Dort waren alle Daten. Ich musste das nicht mehr tun. Und so kehrte ich auch mit Telefonen für das dritte Jahr auf die Website zurück. Bei dieser Gelegenheit habe ich nichts für mich gekauft, oder nun, ich habe es nicht mit dieser Absicht getan. Ich habe, um es zu verschenken, eine Ausgabe von Aire de Tango von Manuel Mejía Vallejo mitgenommen. Darin befand sich eine unleserliche Signatur, gefolgt von einigen Informationen über jemanden: „Calle 100 # 19 - 45. Apt. 501″ und ein Datum: Oktober 1974. Ich habe diese Kopie zu der Zeit jemandem gegeben, der sehr wichtig war. Heute befindet sich diese Kopie in meiner Bibliothek, und diese Person wacht jeden Tag an meiner Seite auf.
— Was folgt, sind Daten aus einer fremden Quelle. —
import numpy as np
import pytest


@pytest.fixture
def rng():
    """Seeded generator so that every random test is repeatable."""
    return np.random.default_rng(12345)
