def test_runs_trend_and_latest(tmp_path):
    with new_archive(tmp_path / "a", points=2) as arc:
        for week, amp in ((3, 0.3), (1, 0.1), (2, 0.2)):
            arc.import_recording(recording(40 + week, amplitude_g=amp), POINT,
                                 taken=taken(week))
        arc.import_recording(recording(50), "Works/P-101/pump DE H", taken=taken(9))
    with open_archive(tmp_path / "a") as arc:
        t, v = arc.trend(POINT, "velocity_rms_mm_s")
        assert np.all(np.diff(t) > 0) and np.all(np.diff(v) > 0)  # sorted by time taken
        assert [r.taken for r in arc.runs(POINT, since=taken(2))] == [taken(2), taken(3)]
        latest = arc.latest_by_point()
        assert latest[POINT].taken == taken(3)
        assert latest["Works/P-101/pump DE H"].taken == taken(9)
        with pytest.raises(InputError, match="cannot trend"):
            arc.trend(POINT, "colour")
        rid = latest[POINT].run_id
        assert arc.resolve_run(rid[:8]) == rid


def test_streamed_wav_equals_in_memory_import(tmp_path, rng):
    # Two channels of 16-bit PCM in volts with a sensor sensitivity; the streamed
    # import (blocks of 7000 frames) must give the run id, samples and summary of
    # read_recording + import_recording.
    n = 70_001
    t = np.arange(n) / 25600.0
    x = [0.3 * np.sin(2 * np.pi * 50 * t + c) + 0.02 * rng.standard_normal(n) for c in (0, 1)]
    wav = write_wav(tmp_path / "two.wav", Recording(25600.0, [Channel(v, "V") for v in x]),
                    bits=16, sample_format="int", full_scale=2.0)
    options = dict(input_unit="V", full_scale=2.0, sensitivity="100mV/g")
    runs = []
    for name in ("memory", "stream"):
        with new_archive(tmp_path / name) as arc:
            if name == "memory":
                r = arc.import_recording(read_recording(wav, **options), POINT, taken=taken(1))
            else:
                r = arc.import_wav_file(wav, POINT, taken=taken(1), block_frames=7000, **options)
            rec, info = arc.read_run(r.run_id)
            runs.append((r.run_id, rec, info))
            assert arc.check() == []
    (id_a, rec_a, info_a), (id_b, rec_b, info_b) = runs
    assert id_a == id_b
    for a, b in zip(rec_a.channels, rec_b.channels):
        assert np.array_equal(a.samples, b.samples) and a.unit == b.unit == "g"
        assert a.full_scale == b.full_scale == pytest.approx(20.0)
    assert info_a.summary == info_b.summary
    assert info_a.quality == info_b.quality


def test_export_wav_and_csv_with_sidecar(tmp_path):
    rec = recording(60, channels=2)
    with new_archive(tmp_path / "a") as arc:
        rid = arc.import_recording(rec, POINT, rpm=1480.0, notes="after overhaul").run_id
        data, side = arc.export_run(rid, tmp_path / "out.csv")
        back = read_recording(data)
        for a, b in zip(back.channels, rec.channels):
            assert np.array_equal(a.samples, b.samples)  # 17 significant digits
        meta = json.loads(side.read_text())
        assert side.name == "out.json" and meta["run_id"] == rid
        assert meta["notes"] == "after overhaul" and meta["channels"][0]["unit"] == "g"
        wav, _ = arc.export_run(rid, tmp_path / "out.wav")
        w = read_recording(wav)
        assert w.fs_hz == FS_HZ
        assert np.array_equal(w.channels[1].samples,
                              rec.channels[1].samples.astype(np.float32).astype(np.float64))
        with pytest.raises(InputError, match=r"\.wav, \.csv or \.tsv"):
            arc.export_run(rid, tmp_path / "out.xlsx")


def test_temporaries_of_a_stopped_writer_are_ignored_and_cleaned(tmp_path):
    with new_archive(tmp_path / "a") as arc:
        r = arc.import_recording(recording(61), POINT)
    folder = (tmp_path / "a" / r.file).parent
    (folder / "incoming-dead.h5.tmp").write_bytes(b"half a file")
    (tmp_path / "a" / "plant.h5.tmp").write_bytes(b"half")
    with open_archive(tmp_path / "a") as reader:
        assert reader.check() == [] and len(reader.runs()) == 1
    open_archive(tmp_path / "a", mode="w").close()
    assert not list((tmp_path / "a").rglob("*.tmp"))
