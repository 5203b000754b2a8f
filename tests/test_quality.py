"""Tests of the data-quality checks on synthetic signals with known faults.

Thresholds under test are common practice (see engine.io.quality); expected counts come
from the construction of each signal or from elementary trigonometry, named below.
"""

from __future__ import annotations

import re
import time

import numpy as np
import pytest

from engine.io import read_recording
from engine.io.quality import (CLIP_MIN_SHARE, DEFAULT_MIN_SAMPLES, check_channel,
                               check_quality)
from engine.io.wav import write_wav
from engine.recording import Channel, Recording

FS = 10240.0
N = 20480


def sine(amplitude=1.0, f_hz=97.0, n=N, phase=0.3):
    return amplitude * np.sin(2 * np.pi * f_hz * np.arange(n) / FS + phase)


def codes(findings):
    return [(f.code, f.severity) for f in findings]


def count_in(message: str) -> int:
    """The sample count a clipping message reports ("... N samples (p %) sit ...")."""
    return int(re.search(r"(\d+) samples \(", message).group(1))


def test_clean_signal_has_no_findings(rng):
    x = sine(0.4) + rng.normal(0, 0.02, N)
    assert check_channel(Channel(x, "g", full_scale=1.0)) == []
    assert check_channel(Channel(x, "g")) == []  # without a full scale either


def test_clipped_sine_count_matches_trigonometry():
    # A sine of amplitude A clipped at ±1 spends the fraction 1 - (2/π)·arcsin(1/A) of
    # its time at the limit (inverse of |sin θ| > 1/A over a period; elementary
    # trigonometry).  With 105.6 samples per period nearly every plateau is a run of
    # 3 or more samples.
    amplitude = 1.25
    x = np.clip(sine(amplitude), -1.0, 1.0)
    found = check_channel(Channel(x, "V", "DE-H", full_scale=1.0), index=2, source="p.wav")
    assert codes(found) == [("clipping", "warning")]
    assert found[0].channel == 2 and found[0].message.startswith("p.wav: channel 2 (DE-H)")
    expected = N * (1.0 - 2.0 / np.pi * np.arcsin(1.0 / amplitude))
    assert count_in(found[0].message) == pytest.approx(expected, rel=0.02)


def test_isolated_full_scale_samples_are_not_clipping():
    x = sine(0.5)
    x[[100, 5000, 9000]] = 1.0  # single spikes, no run of 3
    assert check_channel(Channel(x, "g", full_scale=1.0)) == []


def test_8_bit_top_code_counts_as_full_scale(tmp_path):
    # The largest 8-bit code is 127/128 of full scale (99.2 %), below the 99.9 % level;
    # a clipped 8-bit recording must still be flagged on its positive side.
    x = np.clip(sine(1.5), -1.0, 127 / 128)
    x[x < 0] *= 0.5  # only the positive half clips
    path = write_wav(tmp_path / "u8.wav", Recording(FS, [Channel(x, "g")]), bits=8,
                     sample_format="int")
    rec = read_recording(path)
    assert codes(rec.quality) == [("clipping", "warning")]
    expected = N / 2 * (1.0 - 2.0 / np.pi * np.arcsin(1.0 / 1.5))  # one half-wave only
    assert count_in(rec.quality[0].message) == pytest.approx(expected, rel=0.05)


def test_clipping_without_full_scale_uses_own_extremes():
    x = np.clip(sine(1.0), -0.8, 0.8)  # flat tops at the channel's own max and min
    found = check_channel(Channel(x, "mm/s"))
    assert codes(found) == [("clipping", "warning")]
    assert "own maximum or minimum" in found[0].message
    # a few short plateaus below CLIP_MIN_SHARE of the samples are not reported
    y = sine(0.5)
    y[1000:1004] = y.max() + 0.1
    assert 4 < CLIP_MIN_SHARE * N
    assert check_channel(Channel(y, "mm/s")) == []


def test_nan_and_inf_are_errors_with_a_count(rng):
    x = sine(0.3) + rng.normal(0, 0.01, N)
    x[[3, 30, 300]] = np.nan
    x[400] = np.inf
    found = check_channel(Channel(x, "g", full_scale=1.0))
    assert codes(found) == [("non_finite", "error")]
    assert "4 of 20480 samples" in found[0].message
    all_nan = check_channel(Channel(np.full(N, np.nan), "g"))
    assert codes(all_nan) == [("non_finite", "error")]


@pytest.mark.parametrize("x,full_scale", [
    (np.zeros(N), 1.0),
    (np.full(N, 0.37), None),  # exactly constant, any level: dead channel, no bias finding
    (1e-12 * np.sin(np.arange(N)), 1.0),  # 2e-12 peak-to-peak < 1e-9 of full scale
])
def test_flat_channel_is_an_error(x, full_scale):
    found = check_channel(Channel(x, "g", full_scale=full_scale), index=0)
    assert codes(found) == [("flat", "error")]


def test_tiny_signal_without_full_scale_is_not_flat():
    # without a full scale only an exactly constant channel is dead
    assert check_channel(Channel(1e-12 * sine(), "g")) == []


def test_biased_sensor_is_a_dc_offset_warning(rng):
    x = 0.3 + sine(0.02) + rng.normal(0, 0.002, N)  # 30 % of full scale bias, small signal
    found = check_channel(Channel(x, "V", full_scale=1.0))
    assert codes(found) == [("dc_offset", "warning")]
    assert "mean 0.3" in found[0].message


def test_small_bias_is_judged_against_full_scale():
    x = 0.05 + sine(0.01)  # mean > 3 std but only 5 % of full scale
    assert check_channel(Channel(x, "V", full_scale=1.0)) == []
    assert codes(check_channel(Channel(x, "V"))) == [("dc_offset", "warning")]


def test_short_and_empty_channels():
    found = check_channel(Channel(sine(0.5, n=100), "g"))
    assert codes(found) == [("too_short", "error")] and "100 samples" in found[0].message
    assert check_channel(Channel(sine(0.5, n=100), "g"), min_samples=64) == []
    assert DEFAULT_MIN_SAMPLES == 256
    assert codes(check_channel(Channel(np.array([]), "g"))) == [("too_short", "error")]


def test_check_quality_numbers_each_channel(rng):
    good = sine(0.4) + rng.normal(0, 0.01, N)
    bad = good.copy()
    bad[10] = np.nan
    rec = Recording(FS, [Channel(good, "g", "a"), Channel(np.zeros(N), "g", "b"),
                         Channel(bad, "g", "c")], source="survey.wav")
    found = check_quality(rec)
    assert [(f.code, f.channel) for f in found] == [("flat", 1), ("non_finite", 2)]
    assert all(f.message.startswith("survey.wav: channel") for f in found)
    rec.quality = found
    assert rec.errors(1) == [found[0]]


def test_checks_are_vectorised(rng):
    # Guard against per-sample Python loops: 2 million samples must take well under a
    # second (a Python loop over them takes several seconds).
    x = np.clip(rng.normal(0, 0.4, 2_000_000), -1.0, 1.0)
    start = time.perf_counter()
    found = check_channel(Channel(x, "g", full_scale=1.0))
    assert time.perf_counter() - start < 1.0
    assert [f.code for f in found] == ["clipping"]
Es ist beeindruckend, die Wege zu bemerken, denen die Bücher folgen, bevor sie uns erreichen, die Hände, die sie durchqueren, und die Orte, die sie einnehmen. Ich schulde dieser kleinen Buchhandlung in Villa de Leyva viel, obwohl ich sie einmal im Jahr besuche und mich immer noch nicht an den Namen des Buchhändlers erinnere. Ich danke ihm für jeden Moment, den er mir gegeben hat, denn mit jedem Besuch ändert sich etwas in meinem Leben, etwas nimmt mich, etwas, das ich erhalte. Es ist nicht nur eine Buchhandlung, keine ist es wirklich, es sind Wurmlöcher, die uns von einem Ort zum anderen führen, eingewickelt in vergilbte Seiten und den Geruch von altem. Sie sind wie eine Höhle unendlicher Momente. Ja, genau das sind sie.